You cannot NOT communicate

Everything about you, everything around you, is communicating. Your eyes, your skin tone, your mannerisms, your clothing, your breathing pattern, your posture, your level of energy, the ambiance of the surrounding setting, etc.: all of these are sending out information that either supports or detracts from your intended message. And remember, your words are actually a small percentage of what the other person is “hearing.”

This also applies to the person(s) you are communicating with. If all you do is listen to the actual words that are being spoken, you are missing out on most of what they are communicating.

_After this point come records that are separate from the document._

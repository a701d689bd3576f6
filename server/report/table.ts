/**
 * Tables that flow over pages: rows are measured before they are drawn, a row that would
 * cross the bottom margin starts a new page, and the header (with the caption marked
 * "continued") is drawn again at the top of every page the table reaches.
 */
import { contentBottom, contentLeft, contentTop, contentWidth, ensureSpace, font, palette, type } from './document.ts';

export interface Column {
  header: string;
  /** Share of the table width (the shares are normalised). */
  width: number;
  align?: 'left' | 'right' | 'center';
}

export interface Cell {
  text: string;
  bold?: boolean;
  color?: string;
}

export interface TableSpec {
  columns: Column[];
  rows: (string | Cell)[][];
  /** Shown above the table, and again with "(continued)" on later pages. */
  caption?: string;
  size?: number;
  /** Shade every other row for long tables. */
  zebra?: boolean;
  /** Share of the content width the table takes, from the left margin (default 1). */
  width?: number;
}

const padX = 3.5;
const padY = 2.2;

function cellOf(value: string | Cell): Cell {
  return typeof value === 'string' ? { text: value } : value;
}

export interface TableResult {
  /** Pages the table was drawn on (0-based, as PDFKit buffers them). */
  pages: number[];
}

export function drawTable(doc: PDFKit.PDFDocument, spec: TableSpec): TableResult {
  const size = spec.size ?? type.small;
  const tableWidth = contentWidth * Math.min(1, Math.max(0.2, spec.width ?? 1));
  const total = spec.columns.reduce((s, c) => s + c.width, 0);
  const widths = spec.columns.map((c) => (c.width / total) * tableWidth);
  const lefts: number[] = [];
  widths.reduce((x, w) => (lefts.push(x), x + w), contentLeft);
  const pages: number[] = [];
  const currentPage = () => doc.bufferedPageRange().start + doc.bufferedPageRange().count - 1;

  const measure = (cells: Cell[], bold: boolean): number => {
    let h = 0;
    cells.forEach((cell, i) => {
      doc.font(bold || cell.bold ? font.bold : font.regular).fontSize(size);
      h = Math.max(h, doc.heightOfString(cell.text || ' ', { width: widths[i] - 2 * padX, lineGap: 0 }));
    });
    return h + 2 * padY;
  };

  const headerCells = spec.columns.map((c) => ({ text: c.header }));
  const headerHeight = measure(headerCells, true);
  const captionHeight = spec.caption ? size * 1.5 + 3 : 0;

  const drawRow = (cells: Cell[], y: number, height: number, header: boolean, shade: boolean): void => {
    if (header || shade) {
      doc.save().rect(contentLeft, y, tableWidth, height).fillColor(header ? palette.faint : '#f7f8fa').fill().restore();
    }
    cells.forEach((cell, i) => {
      doc
        .font(header || cell.bold ? font.bold : font.regular)
        .fontSize(size)
        .fillColor(cell.color ?? (header ? palette.text : palette.text));
      doc.text(cell.text, lefts[i] + padX, y + padY, { width: widths[i] - 2 * padX, align: spec.columns[i].align ?? 'left', lineGap: 0 });
    });
  };

  const rule = (y: number, weight: number, color: string = palette.rule) => {
    doc.save().moveTo(contentLeft, y).lineTo(contentLeft + tableWidth, y).lineWidth(weight).strokeColor(color).stroke().restore();
  };

  const startPage = (continued: boolean): number => {
    let y = doc.y;
    if (spec.caption) {
      doc.font(font.bold).fontSize(size + 0.6).fillColor(palette.text);
      doc.text(continued ? `${spec.caption} (continued)` : spec.caption, contentLeft, y, { width: contentWidth, lineBreak: false });
      y += captionHeight;
    }
    rule(y, 0.8, palette.text);
    drawRow(headerCells, y, headerHeight, true, false);
    y += headerHeight;
    rule(y, 0.6, palette.text);
    pages.push(currentPage());
    return y;
  };

  const firstRow = spec.rows.length > 0 ? measure(spec.rows[0].map(cellOf), false) : 0;
  ensureSpace(doc, captionHeight + headerHeight + firstRow + 4);
  let y = startPage(false);
  spec.rows.forEach((raw, r) => {
    const cells = raw.map(cellOf);
    const height = measure(cells, false);
    if (y + height > contentBottom) {
      doc.addPage();
      doc.y = contentTop;
      y = startPage(true);
    }
    drawRow(cells, y, height, false, Boolean(spec.zebra) && r % 2 === 1);
    y += height;
  });
  rule(y, 0.8, palette.text);
  doc.x = contentLeft;
  doc.y = y + 6;
  doc.font(font.regular).fontSize(type.body).fillColor(palette.text);
  return { pages };
}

The meaning of your communication
is the response you get


It doesn’t matter what you intended to say, it is what people hear you saying that matters. If you aren’t getting through to them, it is not him/her/them: it is you. Stay flexible, change your communication strategy, change the setting, change your tone, your posture … change anything and everything until they actually understand your intended communication. Or not. If being right and making your failure to achieve your outcome all about him/her/it is most important to you, by all means, remain inflexible!

As soon as I make it about him/her/them (his doctor needs to up his meds, she is scatter brained, they are hardheaded, etc.), the game is up, all communication is over, and my desired outcome is out of reach. Certainly, there is a point where the other person is accountable: it’s just that most of us usually come to this conclusion far too quickly.